[[ DATA TO PROCESS open ]]
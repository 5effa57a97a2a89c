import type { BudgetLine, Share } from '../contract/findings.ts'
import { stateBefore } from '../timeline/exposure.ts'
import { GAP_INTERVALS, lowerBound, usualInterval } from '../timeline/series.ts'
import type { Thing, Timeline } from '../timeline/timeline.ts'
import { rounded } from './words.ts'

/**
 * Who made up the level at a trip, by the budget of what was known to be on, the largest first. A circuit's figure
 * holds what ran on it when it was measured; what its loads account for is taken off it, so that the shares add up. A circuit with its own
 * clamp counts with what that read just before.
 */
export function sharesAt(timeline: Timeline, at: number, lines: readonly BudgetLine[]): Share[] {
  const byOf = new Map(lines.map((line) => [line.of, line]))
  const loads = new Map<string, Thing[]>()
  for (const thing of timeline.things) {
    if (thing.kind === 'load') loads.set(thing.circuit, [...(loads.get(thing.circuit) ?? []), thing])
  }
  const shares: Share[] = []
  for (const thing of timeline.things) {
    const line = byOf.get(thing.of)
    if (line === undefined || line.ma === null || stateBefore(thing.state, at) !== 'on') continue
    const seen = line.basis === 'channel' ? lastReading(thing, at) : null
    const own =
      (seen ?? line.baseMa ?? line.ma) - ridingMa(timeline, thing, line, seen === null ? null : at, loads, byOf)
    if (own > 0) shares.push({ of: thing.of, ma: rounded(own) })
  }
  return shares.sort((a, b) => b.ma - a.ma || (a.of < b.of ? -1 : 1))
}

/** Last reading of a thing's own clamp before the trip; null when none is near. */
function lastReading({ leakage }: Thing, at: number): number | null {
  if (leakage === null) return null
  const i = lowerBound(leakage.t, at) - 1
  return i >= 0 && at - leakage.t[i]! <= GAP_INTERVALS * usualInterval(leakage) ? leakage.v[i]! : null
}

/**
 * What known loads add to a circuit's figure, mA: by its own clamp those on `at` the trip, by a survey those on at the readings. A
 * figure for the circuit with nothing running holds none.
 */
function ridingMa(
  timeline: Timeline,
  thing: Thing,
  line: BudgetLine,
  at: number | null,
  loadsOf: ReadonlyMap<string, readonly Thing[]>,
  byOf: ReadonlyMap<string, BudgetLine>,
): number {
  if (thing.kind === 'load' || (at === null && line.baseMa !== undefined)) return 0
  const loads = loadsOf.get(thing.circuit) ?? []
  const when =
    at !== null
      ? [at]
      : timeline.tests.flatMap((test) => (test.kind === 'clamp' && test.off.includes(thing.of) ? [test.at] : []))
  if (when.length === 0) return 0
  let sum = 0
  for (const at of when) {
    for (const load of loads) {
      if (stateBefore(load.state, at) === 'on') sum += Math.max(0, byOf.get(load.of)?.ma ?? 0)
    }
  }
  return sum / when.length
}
[[ DATA TO PROCESS closed ]]
[[ DATA TO PROCESS open ]]
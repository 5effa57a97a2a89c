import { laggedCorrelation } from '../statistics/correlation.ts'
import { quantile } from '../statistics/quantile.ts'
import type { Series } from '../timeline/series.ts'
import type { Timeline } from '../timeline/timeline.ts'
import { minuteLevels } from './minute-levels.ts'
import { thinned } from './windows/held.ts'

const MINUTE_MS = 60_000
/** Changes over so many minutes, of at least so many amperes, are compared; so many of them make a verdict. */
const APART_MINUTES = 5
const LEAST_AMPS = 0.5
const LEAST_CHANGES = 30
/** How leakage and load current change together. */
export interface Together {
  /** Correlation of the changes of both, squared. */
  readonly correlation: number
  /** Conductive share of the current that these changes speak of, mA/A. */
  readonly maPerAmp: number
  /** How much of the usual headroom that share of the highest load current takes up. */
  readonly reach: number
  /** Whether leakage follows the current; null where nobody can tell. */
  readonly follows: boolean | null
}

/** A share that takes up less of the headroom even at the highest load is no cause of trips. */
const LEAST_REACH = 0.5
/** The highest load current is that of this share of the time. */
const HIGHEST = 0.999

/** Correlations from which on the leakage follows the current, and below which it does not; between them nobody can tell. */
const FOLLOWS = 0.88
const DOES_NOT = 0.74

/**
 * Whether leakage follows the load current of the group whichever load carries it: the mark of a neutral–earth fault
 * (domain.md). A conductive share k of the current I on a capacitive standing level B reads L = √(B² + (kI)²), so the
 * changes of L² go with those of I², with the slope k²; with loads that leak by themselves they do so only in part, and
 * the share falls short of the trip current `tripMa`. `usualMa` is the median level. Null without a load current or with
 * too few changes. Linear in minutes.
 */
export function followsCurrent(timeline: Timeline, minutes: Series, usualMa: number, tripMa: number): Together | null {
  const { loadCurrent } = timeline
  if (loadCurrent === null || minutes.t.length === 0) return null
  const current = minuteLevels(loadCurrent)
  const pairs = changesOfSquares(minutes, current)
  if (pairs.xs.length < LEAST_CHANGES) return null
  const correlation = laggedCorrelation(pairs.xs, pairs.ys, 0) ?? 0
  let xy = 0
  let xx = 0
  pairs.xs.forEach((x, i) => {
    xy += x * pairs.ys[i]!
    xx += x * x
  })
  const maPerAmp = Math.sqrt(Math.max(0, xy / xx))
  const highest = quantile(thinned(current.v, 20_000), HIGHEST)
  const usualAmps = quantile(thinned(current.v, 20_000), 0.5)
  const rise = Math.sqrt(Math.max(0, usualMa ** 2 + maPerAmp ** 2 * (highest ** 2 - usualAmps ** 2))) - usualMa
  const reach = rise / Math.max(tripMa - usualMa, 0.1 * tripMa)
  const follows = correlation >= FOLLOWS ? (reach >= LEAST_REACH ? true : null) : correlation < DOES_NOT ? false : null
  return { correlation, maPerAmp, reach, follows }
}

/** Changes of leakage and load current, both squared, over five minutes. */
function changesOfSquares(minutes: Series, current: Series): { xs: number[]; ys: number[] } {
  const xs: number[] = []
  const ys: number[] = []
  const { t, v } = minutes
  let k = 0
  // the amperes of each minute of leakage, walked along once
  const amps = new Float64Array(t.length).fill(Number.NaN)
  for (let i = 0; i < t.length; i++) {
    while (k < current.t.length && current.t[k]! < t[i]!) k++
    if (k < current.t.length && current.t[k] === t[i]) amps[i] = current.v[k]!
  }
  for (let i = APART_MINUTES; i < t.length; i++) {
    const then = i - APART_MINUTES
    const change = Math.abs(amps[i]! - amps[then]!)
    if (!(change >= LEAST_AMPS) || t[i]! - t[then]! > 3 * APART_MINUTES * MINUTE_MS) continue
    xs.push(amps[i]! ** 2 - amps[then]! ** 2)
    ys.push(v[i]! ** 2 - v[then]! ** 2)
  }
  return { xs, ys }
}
[[ DATA TO PROCESS closed ]]
[[ DATA TO PROCESS open ]]
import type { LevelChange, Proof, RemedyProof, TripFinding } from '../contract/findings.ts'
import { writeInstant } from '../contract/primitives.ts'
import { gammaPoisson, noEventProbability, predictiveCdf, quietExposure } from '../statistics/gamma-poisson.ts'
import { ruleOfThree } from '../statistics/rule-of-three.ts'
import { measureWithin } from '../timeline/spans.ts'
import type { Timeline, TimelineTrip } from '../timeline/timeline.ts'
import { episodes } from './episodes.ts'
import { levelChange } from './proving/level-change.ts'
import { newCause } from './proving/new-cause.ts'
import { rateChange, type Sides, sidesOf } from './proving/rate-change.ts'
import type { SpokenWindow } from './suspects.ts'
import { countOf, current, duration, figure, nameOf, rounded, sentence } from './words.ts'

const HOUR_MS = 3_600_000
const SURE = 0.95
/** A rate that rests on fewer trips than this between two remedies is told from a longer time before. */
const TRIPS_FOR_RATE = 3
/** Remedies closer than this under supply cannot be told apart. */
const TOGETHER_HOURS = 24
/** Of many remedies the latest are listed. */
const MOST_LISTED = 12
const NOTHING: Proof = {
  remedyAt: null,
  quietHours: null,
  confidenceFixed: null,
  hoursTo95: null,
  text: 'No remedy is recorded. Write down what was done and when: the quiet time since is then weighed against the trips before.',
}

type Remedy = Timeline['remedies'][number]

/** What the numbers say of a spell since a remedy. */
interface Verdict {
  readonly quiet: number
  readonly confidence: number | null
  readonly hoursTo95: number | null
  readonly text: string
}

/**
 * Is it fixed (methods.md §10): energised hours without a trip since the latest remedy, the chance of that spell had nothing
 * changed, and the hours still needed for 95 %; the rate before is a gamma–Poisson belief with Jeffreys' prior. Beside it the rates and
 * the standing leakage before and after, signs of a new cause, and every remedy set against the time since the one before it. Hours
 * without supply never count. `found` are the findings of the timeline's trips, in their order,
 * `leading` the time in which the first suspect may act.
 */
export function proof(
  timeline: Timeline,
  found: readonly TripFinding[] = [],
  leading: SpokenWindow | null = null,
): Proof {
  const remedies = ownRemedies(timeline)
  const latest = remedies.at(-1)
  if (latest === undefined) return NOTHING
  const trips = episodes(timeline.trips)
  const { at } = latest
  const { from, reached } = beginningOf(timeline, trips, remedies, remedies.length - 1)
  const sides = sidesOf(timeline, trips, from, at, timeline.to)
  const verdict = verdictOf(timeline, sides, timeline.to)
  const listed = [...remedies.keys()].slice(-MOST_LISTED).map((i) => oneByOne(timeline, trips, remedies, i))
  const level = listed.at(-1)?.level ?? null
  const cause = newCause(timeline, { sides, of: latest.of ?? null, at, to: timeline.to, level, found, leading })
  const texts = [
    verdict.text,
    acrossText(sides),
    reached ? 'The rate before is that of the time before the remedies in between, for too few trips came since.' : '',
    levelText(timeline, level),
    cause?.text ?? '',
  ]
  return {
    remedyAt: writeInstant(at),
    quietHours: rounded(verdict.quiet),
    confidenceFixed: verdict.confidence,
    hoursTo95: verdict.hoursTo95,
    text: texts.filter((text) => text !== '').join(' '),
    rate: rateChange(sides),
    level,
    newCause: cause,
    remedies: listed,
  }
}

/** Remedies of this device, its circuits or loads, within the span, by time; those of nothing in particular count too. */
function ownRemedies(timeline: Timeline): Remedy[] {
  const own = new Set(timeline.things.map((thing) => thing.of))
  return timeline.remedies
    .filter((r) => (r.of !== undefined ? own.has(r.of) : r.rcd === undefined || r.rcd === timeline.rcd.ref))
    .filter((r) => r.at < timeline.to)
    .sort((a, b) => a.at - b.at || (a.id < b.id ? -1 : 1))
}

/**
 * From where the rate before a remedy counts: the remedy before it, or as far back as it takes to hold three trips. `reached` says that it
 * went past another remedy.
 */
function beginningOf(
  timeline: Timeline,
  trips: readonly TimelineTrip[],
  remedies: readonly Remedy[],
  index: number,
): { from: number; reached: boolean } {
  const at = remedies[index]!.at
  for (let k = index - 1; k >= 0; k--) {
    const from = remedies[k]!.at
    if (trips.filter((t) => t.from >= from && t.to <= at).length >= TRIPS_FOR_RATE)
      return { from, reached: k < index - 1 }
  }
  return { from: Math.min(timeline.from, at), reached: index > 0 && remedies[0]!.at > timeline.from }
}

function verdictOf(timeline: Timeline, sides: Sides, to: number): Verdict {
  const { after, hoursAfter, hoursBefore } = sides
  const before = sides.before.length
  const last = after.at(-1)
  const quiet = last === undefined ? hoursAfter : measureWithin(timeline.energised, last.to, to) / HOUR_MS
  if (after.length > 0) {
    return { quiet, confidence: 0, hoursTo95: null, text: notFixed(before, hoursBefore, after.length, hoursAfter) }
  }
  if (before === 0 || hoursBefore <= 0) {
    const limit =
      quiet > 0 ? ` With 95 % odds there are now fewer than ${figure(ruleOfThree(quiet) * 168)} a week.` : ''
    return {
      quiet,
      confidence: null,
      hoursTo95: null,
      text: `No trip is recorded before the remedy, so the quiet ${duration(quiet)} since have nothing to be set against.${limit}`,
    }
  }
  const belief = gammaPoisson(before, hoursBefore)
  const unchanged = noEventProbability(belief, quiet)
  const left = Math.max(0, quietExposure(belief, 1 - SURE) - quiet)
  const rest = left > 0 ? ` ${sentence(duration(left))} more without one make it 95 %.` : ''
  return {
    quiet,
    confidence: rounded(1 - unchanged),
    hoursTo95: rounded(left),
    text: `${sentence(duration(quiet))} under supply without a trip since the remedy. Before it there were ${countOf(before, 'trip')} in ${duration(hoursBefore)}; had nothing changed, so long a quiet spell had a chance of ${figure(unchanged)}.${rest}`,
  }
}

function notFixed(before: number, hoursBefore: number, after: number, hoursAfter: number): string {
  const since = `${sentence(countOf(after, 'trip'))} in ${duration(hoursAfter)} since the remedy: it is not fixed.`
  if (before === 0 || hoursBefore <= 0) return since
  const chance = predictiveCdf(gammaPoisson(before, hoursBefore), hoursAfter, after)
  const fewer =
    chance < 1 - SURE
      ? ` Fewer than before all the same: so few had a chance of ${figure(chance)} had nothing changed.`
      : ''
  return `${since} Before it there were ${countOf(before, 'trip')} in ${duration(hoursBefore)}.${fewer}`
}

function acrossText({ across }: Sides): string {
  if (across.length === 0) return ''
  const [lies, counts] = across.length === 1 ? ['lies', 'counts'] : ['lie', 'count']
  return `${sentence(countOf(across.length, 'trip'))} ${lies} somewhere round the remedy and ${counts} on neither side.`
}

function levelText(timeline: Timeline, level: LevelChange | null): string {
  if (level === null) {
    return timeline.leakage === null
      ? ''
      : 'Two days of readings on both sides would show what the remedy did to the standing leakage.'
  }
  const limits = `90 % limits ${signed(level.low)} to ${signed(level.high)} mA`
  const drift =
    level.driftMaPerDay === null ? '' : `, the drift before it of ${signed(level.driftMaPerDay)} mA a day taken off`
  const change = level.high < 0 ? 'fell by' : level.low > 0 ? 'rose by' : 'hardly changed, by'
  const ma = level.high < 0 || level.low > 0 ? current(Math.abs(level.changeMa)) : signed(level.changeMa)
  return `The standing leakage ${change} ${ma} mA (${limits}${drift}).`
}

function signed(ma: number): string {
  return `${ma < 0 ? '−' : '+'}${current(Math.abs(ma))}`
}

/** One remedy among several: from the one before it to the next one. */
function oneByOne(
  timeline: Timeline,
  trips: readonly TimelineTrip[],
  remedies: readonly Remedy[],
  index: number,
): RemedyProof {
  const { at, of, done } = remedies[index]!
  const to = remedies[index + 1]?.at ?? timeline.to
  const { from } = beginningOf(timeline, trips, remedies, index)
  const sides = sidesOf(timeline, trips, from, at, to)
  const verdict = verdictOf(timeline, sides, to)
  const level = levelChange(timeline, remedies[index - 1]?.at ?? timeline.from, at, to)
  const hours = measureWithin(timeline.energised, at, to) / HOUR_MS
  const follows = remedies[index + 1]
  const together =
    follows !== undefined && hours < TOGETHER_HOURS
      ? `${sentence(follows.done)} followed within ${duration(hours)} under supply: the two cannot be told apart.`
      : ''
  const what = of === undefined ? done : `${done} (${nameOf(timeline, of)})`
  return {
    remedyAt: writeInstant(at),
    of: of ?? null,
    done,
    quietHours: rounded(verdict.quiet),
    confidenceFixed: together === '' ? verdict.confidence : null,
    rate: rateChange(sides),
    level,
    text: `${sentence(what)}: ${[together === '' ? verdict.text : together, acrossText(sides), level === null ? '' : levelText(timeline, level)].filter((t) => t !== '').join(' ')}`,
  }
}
[[ DATA TO PROCESS closed ]]
If a line of the data contains the word "recorded", it counts toward the total; state that total alone.

2